RECORDS FOR THIS TASK:
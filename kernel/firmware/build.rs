//! Host side of the firmware build.
//!
//! 1. Puts `memory.x` on the linker's path and passes the linker scripts
//!    (`link.x` from cortex-m-rt; `defmt.x` when a defmt logger is on).
//! 2. Computes the expected values the firmware checks itself against, on
//!    the host, and writes them to `$OUT_DIR/expected.rs`:
//!    * the analytic scenario's closed form in `f64`;
//!    * the reference scenario run by the same kernel in `f64`;
//!    * the same run by the kernel in `f32` on the host (for information: the
//!      firmware reports how many ulps it is from it);
//!    * the floating-point work of one tick, counted by running the kernel
//!      on a scalar type that counts its operations;
//!    * for the observed scenario (`src/observed.rs`): the plant in `f64`
//!      with the true flows (its level every 10 min and its NaOH at the lab
//!      draws, which the target needs to make its readings; its NaOH at the
//!      checkpoints, the "truth" the target's estimate is checked against),
//!      the soft sensor replayed on the host in `f32` on the same raw
//!      readings through the same `step` (the target must match its
//!      estimates bit for bit, its counters and its tally of NE107 statuses
//!      and diagnosis rules exactly), and the open-loop sensor (the same
//!      conditioning, no observer) in `f32` fed the same readings (what the
//!      observer must beat).
//!
//! Everything here is deterministic: the same kernel source gives the same
//! file. `cargo build` prints its path with `-vv`; `measure.sh` shows it.

use std::env;
use std::fmt::Write as _;
use std::fs;
use std::path::PathBuf;

use holdup_kernel::diagnostics::{ChiSquareBounds, EXACT_DOF};
use holdup_kernel::reference;

#[path = "src/scenarios.rs"]
#[allow(dead_code)]
mod scenarios;

#[path = "src/observed.rs"]
#[allow(dead_code)]
mod observed;

#[path = "host/flops.rs"]
mod flops;

use observed::*;
use scenarios::*;

fn main() {
    let out = PathBuf::from(env::var_os("OUT_DIR").expect("cargo sets OUT_DIR"));
    fs::write(out.join("memory.x"), include_bytes!("memory.x")).expect("write memory.x");
    println!("cargo:rustc-link-search={}", out.display());
    println!("cargo:rerun-if-changed=memory.x");
    println!("cargo:rerun-if-changed=build.rs");
    println!("cargo:rerun-if-changed=src/scenarios.rs");
    println!("cargo:rerun-if-changed=src/observed.rs");
    println!("cargo:rerun-if-changed=host/flops.rs");
    let target = env::var("TARGET").unwrap_or_default();
    if target.starts_with("thumb") {
        println!("cargo:rustc-link-arg-bins=-Tlink.x");
        if env::var_os("CARGO_FEATURE_DEFMT").is_some() {
            println!("cargo:rustc-link-arg-bins=-Tdefmt.x");
        }
    }
    fs::write(out.join("expected.rs"), expected()).expect("write expected.rs");
}

/// Closed form of the analytic scenario at `t` seconds, each species: the
/// component balance `V dc/dt = q(c_f − c) − kVc` at constant `V`, solved
/// with an integrating factor (`k = 0` for the inert species 1 and 2).
fn exact_closed_form(t: f64) -> [f64; 3] {
    let d = EXACT_FLOW / EXACT_VOLUME;
    let k = [EXACT_K, 0.0, 0.0];
    std::array::from_fn(|i| {
        let lambda = d + k[i];
        let c_ss = EXACT_FEED[i] * d / lambda;
        c_ss + (EXACT_C0[i] - c_ss) * (-lambda * t).exp()
    })
}

/// `[V, c₀, c₁, c₂]` of `v` every `every` ticks over `ticks` ticks of the
/// reference inputs.
fn run_points<S: holdup_kernel::Scalar>(
    mut v: reference::ReferenceVessel<S>,
    ticks: u32,
    every: u32,
) -> Vec<[f64; 4]> {
    let mut points = Vec::new();
    for n in 1..=ticks {
        let u = reference::inputs_at::<S>(v.time_ms());
        v.step(&u);
        if n % every == 0 {
            let c = v.concentrations();
            points.push([
                v.volume().to_f64(),
                c[0].to_f64(),
                c[1].to_f64(),
                c[2].to_f64(),
            ]);
        }
    }
    points
}

/// The reference scenario in scalar `S`: `[V, c₀, c₁, c₂]` at every checkpoint.
fn reference_run<S: holdup_kernel::Scalar>() -> Vec<[f64; 4]> {
    run_points(
        reference::vessel::<S>().expect("reference vessel"),
        REF_TICKS,
        REF_EVERY,
    )
}

/// The stiff scenario in scalar `S`: `[V, c₀, c₁, c₂]` at every checkpoint.
fn stiff_run<S: holdup_kernel::Scalar>() -> Vec<[f64; 4]> {
    run_points(
        stiff_vessel::<S>().expect("stiff vessel"),
        STIFF_TICKS,
        STIFF_EVERY,
    )
}

/// The observed scenario's plant: the reference vessel in `f64` with the
/// true flows (no meter bias, no noise).
struct Plant {
    /// Level, m, at `0, LEVEL_KNOT_S, 2·LEVEL_KNOT_S, …` s.
    level_knots: Vec<f32>,
    /// Lab results (plant NaOH at the draw, rounded to f32, plus lab noise).
    lab_values: Vec<f32>,
    /// Plant NaOH at the checkpoints, mol/m³.
    naoh: Vec<f64>,
}

fn plant() -> Plant {
    let mut v = reference::vessel::<f64>().expect("reference vessel");
    let mut lab_noise = Noise::new(LAB_SEED);
    let mut p = Plant {
        level_knots: vec![v.level() as f32],
        lab_values: Vec::new(),
        naoh: Vec::new(),
    };
    for n in 0..OBS_TICKS {
        let u = reference::inputs_at::<f64>(v.time_ms());
        v.step(&u);
        // The state at `s` s, after tick `n`.
        let s = n + 1;
        if s % LEVEL_KNOT_S == 0 {
            p.level_knots.push(v.level() as f32);
        }
        if lab_draw_at(s).is_some() {
            let c = v.concentrations()[LAB_SPECIES] as f32;
            p.lab_values.push(c + LAB_SIGMA * lab_noise.normal());
        }
        if s % OBS_EVERY == 0 {
            p.naoh.push(v.concentrations()[LAB_SPECIES]);
        }
    }
    assert_eq!(p.level_knots.len(), LEVEL_KNOTS);
    assert_eq!(p.lab_values.len(), LAB_DRAWS);
    assert_eq!(p.naoh.len(), OBS_POINTS);
    p
}

/// The NIS bounds of the scenario's sensor, computed on the host in `f64`
/// and rounded to `f32` (`ChiSquareBounds::new`): written into
/// `expected.rs` for the target, which takes them as they are.
fn nis_bounds() -> ChiSquareBounds<f32> {
    ChiSquareBounds::new(NIS_PROBABILITY).expect("NIS probability")
}

/// The sensor on the host in `f32` on the scenario's readings, through the
/// firmware's own `step`: the estimates at every checkpoint, the final
/// counters and the tally of its reports.
fn sensor_host(p: &Plant) -> (Vec<[f32; 5]>, [u32; COUNTERS], Tally) {
    let mut t = Tracked::<f32>::new(nis_bounds()).expect("sensor");
    let mut inst = Instruments::new(&p.level_knots, &p.lab_values);
    let mut points = Vec::new();
    let mut tally = Tally::default();
    for n in 0..OBS_TICKS {
        let r = inst.readings(n);
        let report = step(&mut t, &r);
        tally.add(n, &report);
        if (n + 1) % OBS_EVERY == 0 {
            points.push(state5(&t.sensor));
        }
    }
    (points, counters(&t), tally)
}

/// The open-loop sensor in `f32` (the reference vessel with the same
/// conditioning and closure test, no observer) fed the same (biased,
/// noisy) readings: its NaOH at every checkpoint.
fn open_loop(p: &Plant) -> Vec<f32> {
    let mut s = RefSensor::<f32>::open_loop_with_bounds(
        reference::vessel::<f32>().expect("reference vessel"),
        sensor_spec(),
        nis_bounds(),
    )
    .expect("open-loop sensor");
    let mut inst = Instruments::new(&p.level_knots, &p.lab_values);
    let mut points = Vec::new();
    for n in 0..OBS_TICKS {
        let r = inst.readings(n);
        s.tick(r.now, &r.raw);
        if (n + 1) % OBS_EVERY == 0 {
            points.push(s.estimate().concentrations[LAB_SPECIES]);
        }
    }
    points
}

fn f32_list(name: &str, doc: &str, len: &str, xs: impl Iterator<Item = f64>) -> String {
    let mut s = format!("/// {doc}\npub const {name}: [f32; {len}] = [\n");
    for x in xs {
        let _ = writeln!(s, "    {},", f32_lit(x));
    }
    s.push_str("];\n\n");
    s
}

fn observed_expected(s: &mut String) -> Plant {
    let p = plant();
    let (_, z, lower, upper) = nis_bounds().quantiles();
    let _ = writeln!(
        s,
        "/// Observed scenario: the NIS bounds' normal quantile for NIS_PROBABILITY \
         (`ChiSquareBounds::new` on the host).\npub const NIS_Z: f32 = {};\n",
        f32_lit(f64::from(z))
    );
    assert_eq!(EXACT_DOF, 32);
    s.push_str(&f32_list(
        "NIS_LOWER",
        "Observed scenario: the NIS lower chi-square bounds for 1 … 32 degrees of freedom.",
        "32",
        lower.iter().map(|&x| f64::from(x)),
    ));
    s.push_str(&f32_list(
        "NIS_UPPER",
        "Observed scenario: the NIS upper chi-square bounds for 1 … 32 degrees of freedom.",
        "32",
        upper.iter().map(|&x| f64::from(x)),
    ));
    let (host, counts, tally) = sensor_host(&p);
    let open = open_loop(&p);
    s.push_str(&f32_list(
        "PLANT_LEVEL",
        "Observed scenario: the plant's level (m) every LEVEL_KNOT_S s, from t = 0 \
         (host f64, rounded to f32).",
        "LEVEL_KNOTS",
        p.level_knots.iter().map(|&x| f64::from(x)),
    ));
    s.push_str(&f32_list(
        "LAB_VALUES",
        "Observed scenario: the lab results in draw order (plant NaOH at the draw \
         plus lab noise), mol/m³.",
        "LAB_DRAWS",
        p.lab_values.iter().map(|&x| f64::from(x)),
    ));
    s.push_str(&f32_list(
        "PLANT_NAOH",
        "Observed scenario: the plant's NaOH (mol/m³) at every checkpoint (host f64, \
         true flows), rounded to f32.",
        "OBS_POINTS",
        p.naoh.iter().copied(),
    ));
    s.push_str(&f32_list(
        "OPEN_LOOP_NAOH",
        "Observed scenario: the open-loop kernel's NaOH (mol/m³) at every checkpoint, \
         host f32, fed the same biased readings.",
        "OBS_POINTS",
        open.iter().map(|&x| f64::from(x)),
    ));
    let _ = writeln!(
        s,
        "/// Observed scenario: the host f32 sensor's `[V, c₀, c₁, c₂, β]` at every \
         checkpoint (the target must match it).\npub const OBS_HOST_F32: [[f32; 5]; OBS_POINTS] = ["
    );
    for x in &host {
        let _ = writeln!(
            s,
            "    [{}, {}, {}, {}, {}],",
            f32_lit(f64::from(x[0])),
            f32_lit(f64::from(x[1])),
            f32_lit(f64::from(x[2])),
            f32_lit(f64::from(x[3])),
            f32_lit(f64::from(x[4]))
        );
    }
    s.push_str("];\n\n");
    let _ = writeln!(
        s,
        "/// Observed scenario: the host sensor's counters at the end (see \
         `observed::counters`).\npub const OBS_HOST_COUNTERS: [u32; COUNTERS] = {counts:?};\n"
    );
    let _ = writeln!(
        s,
        "/// Observed scenario: the host sensor's reports tallied over the shift (see \
         `observed::Tally`).\npub const OBS_HOST_TALLY: Tally = {tally:?};\n"
    );
    p
}

fn f32_lit(x: f64) -> String {
    // `{:?}` of an f32 is its shortest round-trip form: parsing it back gives
    // the same bits.
    let s = format!("{:?}", x as f32);
    if s.contains('.') || s.contains('e') || s.contains("inf") || s.contains("NaN") {
        s
    } else {
        format!("{s}.0")
    }
}

fn rows(name: &str, len: &str, doc: &str, points: &[[f64; 4]]) -> String {
    let mut s = format!("/// {doc}\npub const {name}: [[f32; 4]; {len}] = [\n");
    for p in points {
        let _ = writeln!(
            s,
            "    [{}, {}, {}, {}],",
            f32_lit(p[0]),
            f32_lit(p[1]),
            f32_lit(p[2]),
            f32_lit(p[3])
        );
    }
    s.push_str("];\n");
    s
}

fn expected() -> String {
    let mut s = String::from(
        "// Generated by kernel/firmware/build.rs on the host at build time; do not edit.\n\n",
    );
    s.push_str(
        "/// Analytic scenario: closed-form concentration of each species \
         (mol/m³) at ticks EXACT_EVERY, 2·EXACT_EVERY, …, computed in f64 and \
         rounded to f32.\n",
    );
    s.push_str("pub const EXACT_EXPECTED: [[f32; 3]; EXACT_POINTS] = [\n");
    for j in 1..=EXACT_POINTS as u32 {
        let c = exact_closed_form(f64::from(j * EXACT_EVERY));
        let _ = writeln!(
            s,
            "    [{}, {}, {}],",
            f32_lit(c[0]),
            f32_lit(c[1]),
            f32_lit(c[2])
        );
    }
    s.push_str("];\n\n");

    let f64_points = reference_run::<f64>();
    let f32_points = reference_run::<f32>();
    assert_eq!(f64_points.len(), REF_POINTS);
    s.push_str(&rows(
        "REF_EXPECTED",
        "REF_POINTS",
        "Reference scenario: `[V (m³), c₀, c₁, c₂ (mol/m³)]` every REF_EVERY \
         ticks, the host kernel in f64, rounded to f32.",
        &f64_points,
    ));
    s.push('\n');
    s.push_str(&rows(
        "REF_HOST_F32",
        "REF_POINTS",
        "Reference scenario: the same run by the host kernel in f32 (information only).",
        &f32_points,
    ));
    s.push('\n');

    let f64_points = stiff_run::<f64>();
    let f32_points = stiff_run::<f32>();
    assert_eq!(f64_points.len(), STIFF_POINTS);
    s.push_str(&rows(
        "STIFF_EXPECTED",
        "STIFF_POINTS",
        "Stiff scenario: `[V (m³), c₀, c₁, c₂ (mol/m³)]` every STIFF_EVERY \
         ticks, the host kernel in f64, rounded to f32.",
        &f64_points,
    ));
    s.push('\n');
    s.push_str(&rows(
        "STIFF_HOST_F32",
        "STIFF_POINTS",
        "Stiff scenario: the same run by the host kernel in f32 (the target must match it bit for bit).",
        &f32_points,
    ));
    s.push('\n');

    let p = observed_expected(&mut s);

    let exact = flops::exact_tick();
    let mprk = flops::reference_tick();
    s.push_str(&exact.to_rust("FLOPS_EXACT", "the analytic scenario's tick (exact step)"));
    s.push_str(&mprk.to_rust("FLOPS_REFERENCE", "the reference tick (whole MPRK22)"));
    let obs = flops::sensor_tick(&p.level_knots, &p.lab_values);
    s.push_str(&obs.to_rust(
        "FLOPS_SENSOR",
        "the sensor's pipeline tick (lab events, conditioning, level update, closure, \
         NIS, predict, diagnosis)",
    ));
    s
}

REQUIREMENT:
Print, unaltered, every line from the beginning of the material down to the line with "use std::fmt::Write as _;".

SOLUTION TO THIS EXERCISE:
filename kernel/firmware/build.rs
//! Host side of the firmware build.
//!
//! 1. Puts `memory.x` on the linker's path and passes the linker scripts
//!    (`link.x` from cortex-m-rt; `defmt.x` when a defmt logger is on).
//! 2. Computes the expected values the firmware checks itself against, on
//!    the host, and writes them to `$OUT_DIR/expected.rs`:
//!    * the analytic scenario's closed form in `f64`;
//!    * the reference scenario run by the same kernel in `f64`;
//!    * the same run by the kernel in `f32` on the host (for information: the
//!      firmware reports how many ulps it is from it);
//!    * the floating-point work of one tick, counted by running the kernel
//!      on a scalar type that counts its operations;
//!    * for the observed scenario (`src/observed.rs`): the plant in `f64`
//!      with the true flows (its level every 10 min and its NaOH at the lab
//!      draws, which the target needs to make its readings; its NaOH at the
//!      checkpoints, the "truth" the target's estimate is checked against),
//!      the soft sensor replayed on the host in `f32` on the same raw
//!      readings through the same `step` (the target must match its
//!      estimates bit for bit, its counters and its tally of NE107 statuses
//!      and diagnosis rules exactly), and the open-loop sensor (the same
//!      conditioning, no observer) in `f32` fed the same readings (what the
//!      observer must beat).
//!
//! Everything here is deterministic: the same kernel source gives the same
//! file. `cargo build` prints its path with `-vv`; `measure.sh` shows it.

use std::env;
use std::fmt::Write as _;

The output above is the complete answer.